- PROBLEM DESCRIPTION -
Would you restate the entries below word for word, starting at the first line and ending with the one that has "outputs: ReportFiles"?

- DATA FOR ANALYSIS -
"""The per-subject report, built from the subject's derivative job summaries, and what the group
table reads back from it (the report's typed numbers, :class:`fieldfix.outputs.ReportSummary`).
"""

from __future__ import annotations

from dataclasses import dataclass
from pathlib import Path

from ..outputs import ReportFiles, ReportSummary
from ..records import Record
from ..report import build_report

__all__ = ["SubjectReport", "subject_report", "report_alignment"]


@dataclass(frozen=True)
class SubjectReport(Record):
    """What the report task made (names inside its folder)."""

    outputs: ReportFiles


def subject_report(summaries: list[Path], out_dir: Path, *, title: str) -> SubjectReport:
    """Build one subject's report from its derivative job summaries into `out_dir`.

    The summaries name their outputs relative to their own folders and are vouched for by the
    derivatives' ledger, so the report opens them (and the distorted runs) directly.
    """
    html = build_report(list(summaries), out_path=out_dir, title=title)
    return SubjectReport(outputs=ReportFiles.named(Path(html).stem))


def report_alignment(numbers_path: Path) -> dict[str, float]:
    """Run stem -> alignment gain: edge agreement after - before where the correction moved voxels
    (over the whole mask when no moved region was measured), from a report's ``report.json``."""
    gains = {}
    for run in ReportSummary.read(numbers_path).runs:
        before, after = run.edge_agreement_shifted_before, run.edge_agreement_shifted_after
        if before is None or after is None:
            before, after = run.edge_agreement_before, run.edge_agreement_after
        if before is not None and after is not None:
            gains[run.stem] = after - before
    return gains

- ANSWER SPACE -
"""The per-subject report, built from the subject's derivative job summaries, and what the group
table reads back from it (the report's typed numbers, :class:`fieldfix.outputs.ReportSummary`).
"""

from __future__ import annotations

from dataclasses import dataclass
from pathlib import Path

from ..outputs import ReportFiles, ReportSummary
from ..records import Record
from ..report import build_report

__all__ = ["SubjectReport", "subject_report", "report_alignment"]


@dataclass(frozen=True)
class SubjectReport(Record):
    """What the report task made (names inside its folder)."""

    outputs: ReportFiles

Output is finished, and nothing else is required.